# youth block party!



## Gerard (Feb 3, 2004)

ok...its not a triumph just yet...its tomorrow....i'm helping out as a volunteer setting up and stuff....better than spending time alone on a saturdays' thats for sure...


----------



## ghostgurl (Sep 20, 2004)

Good luck, and have fun.


----------



## Gerard (Feb 3, 2004)

^ :thanks 

so i go in around 9:30 in the morning and just help set up tables, chairs, and platforms, eh so boring....i guess i at least helped out....they set up those jumping thingies, a boxing ring, a joust ring, an obstecal course, popcorn and cotton candy booth, a food court booth, a dj booth, a television, custom made bikes promoting welding? (is that what's it called?) and other booths for certain services. I tried talking to people but my conversations fell short. Though it was nice. There was wasn't much of a role for me when it started and was too shy to ask for some position to the staff running it so I left. (how stupid of me?) anyway it's still going on till 5:00 pm so yeah...thats it....

i'm usually into volunteer in these kids events....it's like i go to craigslist or a volunteer database website where i live and find such opportunities....

like there was one another one i helped out....which was an elementary school couple of months ago.....helping out with the prize booth, counting tickets and helping the kids choose prizes....it was fun i guess....

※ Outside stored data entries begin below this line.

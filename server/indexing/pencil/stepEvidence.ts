import { TOPICS } from '../lexicon/topics'
import { HEARD } from '../lexicon/heard'
import { isStopWord, tokenise } from '../words/tokenise'
import { PhraseBook } from './phrases'
import type { Speech } from './speech'
import { type Learned, type PlanPart, type PlanStep, WORK_KINDS } from './types'
import { TOPIC_BOOK } from './topicBook'

/** How a cue can speak for a step; each is a number for every cue and step. */
export const STEP_FEATURES = ['title', 'description', 'part', 'material', 'topic', 'operation', 'learned', 'elsewhen', 'place', 'farPlace'] as const
const K = STEP_FEATURES.length
const [TITLE, DESCRIPTION, PART, MATERIAL, TOPIC, OPERATION, LEARNED, ELSEWHEN, PLACE, FAR_PLACE] = STEP_FEATURES.map((_, i) => i) as [number, number, number, number, number, number, number, number, number, number]

const OPERATION_BOOK = new PhraseBook(WORK_KINDS.flatMap((kind, i) => HEARD[kind].map(({ phrase, weight }) => [phrase, { kind: i, weight }] as const)))

/** What the plan says of each step, ready to be held against speech. */
export interface StepIndex {
  steps: PlanStep[]
  /** Where each step stands in the plan (or among the steps of the day), for how far a move goes. */
  places: number[]
  /** Stem → for each step that has it, how much it says of it, by feature. */
  words: Map<string, { step: number, feature: number, weight: number }[]>
  names: PhraseBook<{ steps: { step: number, weight: number }[] }>
  /** Topic → steps that touch it, with weights. */
  topics: { step: number, weight: number }[][]
  /** Step × operation: 0 to 1, how much the plan's own words speak of the operation; in the title, and anywhere. */
  operationsInTitle: Float32Array
  operationsInText: Float32Array
}

const stemsIn = (text: string) => tokenise(text).map(token => token.stem)
const telling = (text: string) => new Set(tokenise(text).filter(token => !isStopWord(token.word)).map(token => token.stem))

function topicWeights(text: string): Map<number, number> {
  const heard = new Map<number, Map<number, number>>()
  const stems = stemsIn(text)
  TOPIC_BOOK.find(stems, ({ topic, weight }, at, length) => {
    const places = heard.get(topic) ?? new Map<number, number>()
    places.set(at, Math.max(places.get(at) ?? 0, weight * (length > 1 ? 1.3 : 1)))
    heard.set(topic, places)
  })
  return new Map([...heard].map(([topic, places]) => [topic, [...places.values()].reduce((sum, weight) => sum + weight, 0)]))
}

function operationsOf(text: string): Float32Array {
  const sums = new Float32Array(WORK_KINDS.length)
  OPERATION_BOOK.find(stemsIn(text), ({ kind, weight }) => { sums[kind]! += weight })
  for (let i = 0; i < sums.length; i++) sums[i] = Math.min(1, sums[i]!)
  return sums
}

/** Reads a plan for what each step would sound like: its words by rarity in this plan, the names of its parts, topics and operations. */
export function indexSteps(steps: PlanStep[], parts: readonly PlanPart[]): StepIndex {
  const partByName = new Map(parts.map(part => [part.name.toLowerCase(), part]))
  const fields = steps.map((step) => {
    const named = step.parts.flatMap(name => partByName.get(name.toLowerCase()) ?? [])
    return { title: telling(step.title), description: telling(step.description), material: telling(`${step.materials.join(' ')} ${step.stage} ${named.map(part => part.material).join(' ')}`), parts: named }
  })
  const documents = new Map<string, number>()
  for (const field of fields) {
    const names = field.parts.flatMap(part => [...telling([part.name, ...part.aliases].join(' '))])
    for (const stem of new Set([...field.title, ...field.description, ...names])) documents.set(stem, (documents.get(stem) ?? 0) + 1)
  }
  const rarity = (n: number) => Math.log(1 + (steps.length - n + 0.5) / (n + 0.5))
  const words: StepIndex['words'] = new Map()
  const add = (stem: string, step: number, feature: number, weight: number) => {
    const known = words.get(stem)
    if (known) known.push({ step, feature, weight })
    else words.set(stem, [{ step, feature, weight }])
  }
  fields.forEach((field, step) => {
    for (const stem of field.title) add(stem, step, TITLE, rarity(documents.get(stem) ?? 0))
    for (const stem of field.description) add(stem, step, DESCRIPTION, rarity(documents.get(stem) ?? 0))
    for (const stem of field.material) add(stem, step, MATERIAL, rarity(fields.filter(other => other.material.has(stem)).length))
  })
  const names = new Map<string, Set<number>>()
  fields.forEach((field, step) => {
    for (const part of field.parts) for (const name of [part.name, ...part.aliases, lastWord(part.name)]) {
      const key = stemsIn(name).join(' ')
      if (key) names.set(key, (names.get(key) ?? new Set()).add(step))
    }
  })
  // A title that names a part speaks of it more than one that only uses it.
  const book = new PhraseBook([...names].map(([name, of]) => [name, {
    steps: [...of].map(step => ({ step, weight: rarity(of.size) * (name.split(' ').every(stem => fields[step]!.title.has(stem)) ? 1.5 : 1) })),
  }] as const))

  const touched = steps.map((step, i) => {
    const sums = new Map<number, number>()
    const lend = (text: string, weight: number) => { for (const [topic, sum] of topicWeights(text)) sums.set(topic, (sums.get(topic) ?? 0) + sum * weight) }
    lend(step.title, 2)
    lend(step.description, 1)
    lend(step.materials.join(', '), 0.5)
    lend(fields[i]!.parts.map(part => part.name).join(', '), 0.7)
    return new Map([...sums].map(([topic, sum]) => [topic, Math.sqrt(sum)]))
  })
  const topics = TOPICS.map((_, topic) => {
    const of = touched.flatMap((sums, step) => sums.has(topic) ? [{ step, weight: sums.get(topic)! }] : [])
    const spread = of.reduce((sum, { weight }) => sum + Math.min(1, weight / 2), 0)
    const rare = Math.log(1 + steps.length / (spread + 0.5)) / 3
    return of.map(({ step, weight }) => ({ step, weight: weight * rare }))
  })
  const operationsInTitle = new Float32Array(steps.length * WORK_KINDS.length)
  const operationsInText = new Float32Array(steps.length * WORK_KINDS.length)
  steps.forEach((step, i) => {
    operationsInTitle.set(operationsOf(step.title), i * WORK_KINDS.length)
    operationsInText.set(operationsOf(`${step.title}. ${step.description}. ${step.materials.join(', ')}`), i * WORK_KINDS.length)
  })
  return { steps, places: steps.map((_, i) => i), words, names: book, topics, operationsInTitle, operationsInText }
}

function lastWord(name: string): string {
  const words = name.split(/\s+/)
  return words.length > 1 ? words.at(-1)! : ''
}

/** How soon a word said again counts in full, ms. */
const AGAIN_MS = 40_000

/**
 * What each cue says for each step: cue × step × feature. A word said again soon counts less, so that one word
 * does not drown the others; what is said of other times goes to a feature of its own.
 */
export function hearSteps(speech: Speech, index: StepIndex, learned: readonly Learned[] = [], passed?: Passed): Float32Array {
  const S = index.steps.length
  const out = new Float32Array(speech.cues.length * S * K)
  const lastSaid = new Map<string, { atMs: number, times: number }>()
  const fresh = (key: string, at: number) => {
    const { atMs } = speech.words[at]!
    const last = lastSaid.get(key)
    const times = last && atMs >= last.atMs ? last.times * Math.exp(-(atMs - last.atMs) / AGAIN_MS) : 0
    lastSaid.set(key, { atMs, times: times + 1 })
    return 1 / (1 + times)
  }
  const put = (cue: number, step: number, feature: number, amount: number, present: number) => {
    const at = (cue * S + step) * K
    out[at + feature]! += amount
    if (!present) out[at + ELSEWHEN]! += amount
  }
  speech.words.forEach((word, at) => {
    const known = word.stop ? undefined : index.words.get(word.stem)
    if (!known) return
    const amount = fresh(`w${word.stem}`, at)
    for (const { step, feature, weight } of known) put(word.cue, step, feature, weight * amount, word.present)
  })
  index.names.find(speech.stems, ({ steps }, at, length) => {
    const word = speech.words[at]!
    const amount = fresh(`n${speech.stems.slice(at, at + length).join(' ')}`, at) * (length > 1 ? 1.4 : 1)
    for (const { step, weight } of steps) put(word.cue, step, PART, weight * amount, word.present)
  })
  TOPIC_BOOK.find(speech.stems, ({ topic, weight }, at, length) => {
    const of = index.topics[topic]!
    if (!of.length) return
    const word = speech.words[at]!
    const amount = fresh(`t${topic} ${speech.stems.slice(at, at + length).join(' ')}`, at) * weight * (length > 1 ? 1.3 : 1)
    for (const one of of) put(word.cue, one.step, TOPIC, one.weight * amount, word.present)
  })
  OPERATION_BOOK.find(speech.stems, ({ kind, weight }, at, length) => {
    const word = speech.words[at]!
    const amount = fresh(`o${kind} ${speech.stems.slice(at, at + length).join(' ')}`, at) * weight
    for (let step = 0; step < S; step++) {
      const of = index.operationsInText[step * WORK_KINDS.length + kind]!
      if (of) out[(word.cue * S + step) * K + OPERATION]! += of * amount
    }
  })
  if (learned.length) hearLearned(speech, index, learned, (cue, step, amount) => { out[(cue * S + step) * K + LEARNED]! += amount })
  centre(out, S)
  if (passed) placeSteps(out, S, passed)
  return out
}

/** How far into the session each cue starts, 0 to 1, and how long it lasts, s. */
export interface Passed { at: Float64Array, seconds: Float64Array }

/** A day's work goes down the plan: how far a step lies from where the session stands, for each cue by its length. */
function placeSteps(out: Float32Array, S: number, { at, seconds }: Passed): void {
  for (let cue = 0; cue < at.length; cue++) {
    const time = Math.min(8, seconds[cue]!) / 10
    for (let s = 0; s < S; s++) {
      const off = Math.abs((s + 0.5) / S - at[cue]!)
      out[(cue * S + s) * K + PLACE] = -off * time
      out[(cue * S + s) * K + FAR_PLACE] = -Math.max(0, off - 0.3) * time
    }
  }
}

/** Words that the builder used before of a step and seldom of others. */
function hearLearned(speech: Speech, index: StepIndex, learned: readonly Learned[], put: (cue: number, step: number, amount: number) => void): void {
  const stepAt = new Map(index.steps.map((step, i) => [step.number, i]))
  const said = new Map<string, Map<number, number>>()
  for (const { step, text } of learned) {
    const at = stepAt.get(step)
    if (at === undefined) continue
    for (const stem of telling(text)) {
      const of = said.get(stem) ?? new Map<number, number>()
      of.set(at, (of.get(at) ?? 0) + 1)
      said.set(stem, of)
    }
  }
  const taught = new Set(learned.map(({ step }) => step)).size
  for (const word of speech.words) {
    const of = word.stop ? undefined : said.get(word.stem)
    if (!of) continue
    const rare = Math.log(1 + taught / of.size)
    for (const [step, times] of of) put(word.cue, step, rare * times / (times + 1))
  }
}

/** Takes from each number the mean over the steps: what speaks for all speaks for none. */
function centre(out: Float32Array, S: number): void {
  if (!S) return
  const cues = out.length / (S * K)
  for (let cue = 0; cue < cues; cue++) {
    for (let k = 0; k < K; k++) {
      let sum = 0
      for (let step = 0; step < S; step++) sum += out[(cue * S + step) * K + k]!
      if (!sum) continue
      const mean = sum / S
      for (let step = 0; step < S; step++) out[(cue * S + step) * K + k]! -= mean
    }
  }
}
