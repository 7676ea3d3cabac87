import { tokenise } from '../words/tokenise'

/** Phrases of a lexicon, found in a row of stems; grammar words within a phrase count. */
export class PhraseBook<Meaning> {
  private readonly byFirst = new Map<string, { stems: string[], meaning: Meaning }[]>()

  constructor(phrases: Iterable<readonly [phrase: string, meaning: Meaning]>) {
    for (const [phrase, meaning] of phrases) {
      const stems = tokenise(phrase).map(token => token.stem)
      if (!stems.length) continue
      const known = this.byFirst.get(stems[0]!)
      if (known) known.push({ stems, meaning })
      else this.byFirst.set(stems[0]!, [{ stems, meaning }])
    }
  }

  /** Calls `found` for every phrase that stands in the row, with the place of its first word and its length. */
  find(stems: readonly string[], found: (meaning: Meaning, at: number, length: number) => void): void {
    for (let at = 0; at < stems.length; at++) {
      for (const phrase of this.byFirst.get(stems[at]!) ?? []) {
        if (phrase.stems.every((stem, i) => stems[at + i] === stem)) found(phrase.meaning, at, phrase.stems.length)
      }
    }
  }
}
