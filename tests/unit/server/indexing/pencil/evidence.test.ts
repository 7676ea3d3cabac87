import { describe, expect, it } from 'vitest'
import { evidenceOf, partBook, partsIn } from '#server/indexing/pencil/evidence'
import { listen } from '#server/indexing/pencil/speech'
import { clipOf, PARTS, STEPS, talk } from './support'

describe('the words that spoke for a chapter', () => {
  const speech = listen([clipOf(talk(1, 2))])
  it('are words of its step and operation, at most six, in order of time, from its own cues', () => {
    const evidence = evidenceOf(speech, 5, 10, STEPS[1]!, 'shape', PARTS)
    expect(evidence.length).toBeGreaterThan(2)
    expect(evidence.length).toBeLessThanOrEqual(6)
    expect(evidence.map(({ words }) => words)).toEqual(expect.arrayContaining(['transom', 'plane', 'bevel']))
    expect(evidence.map(({ atMs }) => atMs)).toEqual(evidence.map(({ atMs }) => atMs).sort((a, b) => a - b))
    for (const { atMs } of evidence) expect(atMs >= 20_000 && atMs < 40_000).toBe(true)
    expect(new Set(evidence.map(({ words }) => words)).size).toBe(evidence.length)
  })
  it('are words of the operation alone when there is no step, and none where nothing is said', () => {
    expect(evidenceOf(listen([clipOf(['sweep the floor'])]), 0, 1, null, 'clean-up', []).map(({ words }) => words)).toContain('sweep')
    expect(evidenceOf(listen([clipOf(['and there it was'])]), 0, 1, STEPS[0]!, 'glue', PARTS)).toEqual([])
    expect(evidenceOf(listen([]), 0, 0, null, 'glue', [])).toEqual([])
  })
})

describe('the parts of a chapter', () => {
  const book = partBook([...PARTS, { name: 'inner rail', aliases: ['rail'], material: '', thicknessMm: null }])
  const parts = (text: string, step: typeof STEPS[number] | null) => partsIn(listen([clipOf([text])]), 0, 1, step, book)
  it('are those named, by any name, the most named first', () => {
    expect(parts('the hog and the transom and the hog again', null)).toEqual(['keelson', 'transom'])
  })
  it('are the step’s own when none is named', () => {
    expect(parts('and on we go', STEPS[1]!)).toEqual(['transom'])
    expect(parts('and on we go', null)).toEqual([])
  })
  it('take a name that two parts share for the one of the step', () => {
    expect(parts('varnish the rail', STEPS[3]!)).toEqual(['outwale'])
    expect(parts('varnish the rail', null)).toEqual(['outwale', 'inner rail'])
  })
  it('leave out another step’s part that is only mentioned once', () => {
    expect(parts('the transom by the keelson, the transom', STEPS[1]!)).toEqual(['transom'])
    expect(parts('the transom, the keelson, the keelson', STEPS[1]!)).toEqual(['keelson', 'transom'])
  })
})
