import { describe, expect, it } from 'vitest'
import type { ChapterView } from '#shared/types/session'
import { mark, remove, retag } from '#shared/utils/chapters/edits'
import { alreadyDone, cuttingBack, overTheirs } from '#shared/utils/chapters/conflicts'
import { changeWords, lengthWords } from '#shared/utils/chapters/words'
import type { StepView } from '#shared/types/plan'

let serial = 0
const newId = () => `new-${++serial}`
const chapter = (id: string, startMs: number, endMs: number, more: Partial<ChapterView> = {}): ChapterView => ({
  id, clipId: 'clip', startMs, endMs, stepId: 'step', operation: 'glue', partIds: [], inking: 'inked', confidence: null, evidence: [], alternatives: { steps: [], operations: [] }, proposed: false, note: '', version: 1, inkedBy: null, updatedBy: null, ...more,
})

describe('mine over theirs', () => {
  it('names the version as it now is', () => {
    const edit = retag(chapter('a', 0, 5000), { operation: 'cut' })
    expect(overTheirs(edit, { current: [chapter('a', 0, 4000, { version: 5 })], gone: [] }).put).toMatchObject([{ id: 'a', endMs: 5000, operation: 'cut', version: 5 }])
  })
  it('makes again what was deleted, and does not delete it twice', () => {
    expect(overTheirs(retag(chapter('a', 0, 5000), { operation: 'cut' }), { current: [], gone: ['a'] }).put[0]).toMatchObject({ id: 'a', version: null })
    expect(overTheirs(remove(chapter('a', 0, 5000)), { current: [], gone: ['a'] }).remove).toEqual([])
  })
})

describe('an answer that was lost on the way', () => {
  const edit = mark([chapter('a', 0, 5000)], 'clip', 2000, 4000, { stepId: 's', operation: 'cut', partIds: ['p', 'q'] }, newId)
  const standing = edit.put.map(put => chapter(put.id, put.startMs, put.endMs, { ...put, version: 2, partIds: [...put.partIds].reverse() }))
  it('is recognised when everything stands as wanted', () => {
    expect(alreadyDone(edit, { current: standing, gone: [] })).toBe(true)
  })
  it('is not when anything differs', () => {
    expect(alreadyDone(edit, { current: standing.map(one => ({ ...one, note: 'theirs' })), gone: [] })).toBe(false)
    expect(alreadyDone(edit, { current: standing.slice(1), gone: [] })).toBe(false)
    expect(alreadyDone(remove(chapter('a', 0, 5000)), { current: [chapter('a', 0, 5000, { version: 2 })], gone: [] })).toBe(false)
  })
})

describe('cutting back', () => {
  const edit = mark([], 'clip', 4000, 6000, { stepId: 's', operation: 'cut', partIds: [] }, newId)
  const spans = (other: ChapterView) => cuttingBack(edit, [other], newId).put.filter(put => put.id !== edit.put[0]!.id).map(put => [put.startMs, put.endMs])
  it('shortens from either side and parts what stands round it', () => {
    expect(spans(chapter('x', 1000, 5000))).toEqual([[1000, 4000]])
    expect(spans(chapter('x', 5000, 9000))).toEqual([[6000, 9000]])
    expect(spans(chapter('x', 1000, 9000))).toEqual([[1000, 4000], [6000, 9000]])
  })
  it('removes what would be too short to see', () => {
    expect(cuttingBack(edit, [chapter('x', 3900, 6100)], newId).remove.map(one => one.id)).toEqual(['x'])
  })
  it('leaves other clips alone', () => {
    expect(spans(chapter('x', 1000, 9000, { clipId: 'other' }))).toEqual([[1000, 9000]])
  })
})

describe('what others did, in words', () => {
  const steps = [{ id: 'step', number: 7 }, { id: 'two', number: 2 }] as StepView[]
  const words = (before: ChapterView[], after: ChapterView[], ids: string[]) => changeWords(before, after, new Set(ids), steps)
  it('says who marked what', () => {
    expect(words([], [chapter('a', 0, 1000, { updatedBy: 'Ivo' })], ['a'])).toBe('Ivo marked step 7, glue')
  })
  it.each([
    [{ operation: 'cut' as const }, 'Ivo retagged as step 7, cut'],
    [{ endMs: 900 }, 'Ivo moved an edge of step 7, glue'],
    [{ note: 'x' }, 'Ivo changed step 7, glue'],
  ])('tells changes apart: %j', (change, line) => {
    expect(words([chapter('a', 0, 1000)], [chapter('a', 0, 1000, { ...change, version: 2, updatedBy: 'Ivo' })], ['a'])).toBe(line)
  })
  it('tells of a deletion, and counts the rest of one action', () => {
    expect(words([chapter('a', 0, 1000)], [], ['a'])).toBe('Somebody deleted step 7, glue')
    expect(words([chapter('a', 0, 1000)], [chapter('a', 0, 500, { version: 2, updatedBy: 'Ivo' }), chapter('b', 500, 1000, { stepId: 'two', updatedBy: 'Ivo' })], ['a', 'b'])).toBe('Ivo marked step 2, glue, and 1 more change')
  })
  it('says nothing when nothing differs', () => {
    expect(words([chapter('a', 0, 1000)], [chapter('a', 0, 1000)], ['a', 'gone'])).toBeNull()
  })
})

describe('lengths', () => {
  it.each([[1200, '1.2 s'], [32_000, '32 s'], [59_900, '1 min 00 s'], [245_000, '4 min 05 s'], [3_720_000, '1 h 02 min']])('%i ms is %s', (ms, words) => {
    expect(lengthWords(ms)).toBe(words)
  })
})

oh and there another one i helped out like 8 months ago....i was helping man out a basketball booth, and football booth, so fun.....i recieved free tickets so i put my chance on the dunking booth....and guess what....i dunked the person,who was a teacher on the first shot....boy that was fun....

anyway yeah....i guess i did something.....usually the weekends get pretty lonely and dull....again it wasnt all that great....but yeah...i guess im glad that i did it.....


----------



## millenniumman75 (Feb 4, 2005)

Unsure,

Don't minimize your triumph; I would have a lot more trouble doing something like this myself.

Aboutt he conversations falling short, don't be hard on yourself in this area either. You tried and that is the most important thing. 

If you think you can do better, make a list of things you would like to improve on (making sure SA doesn't make the list too long for you) and just work though each one a little bit.


----------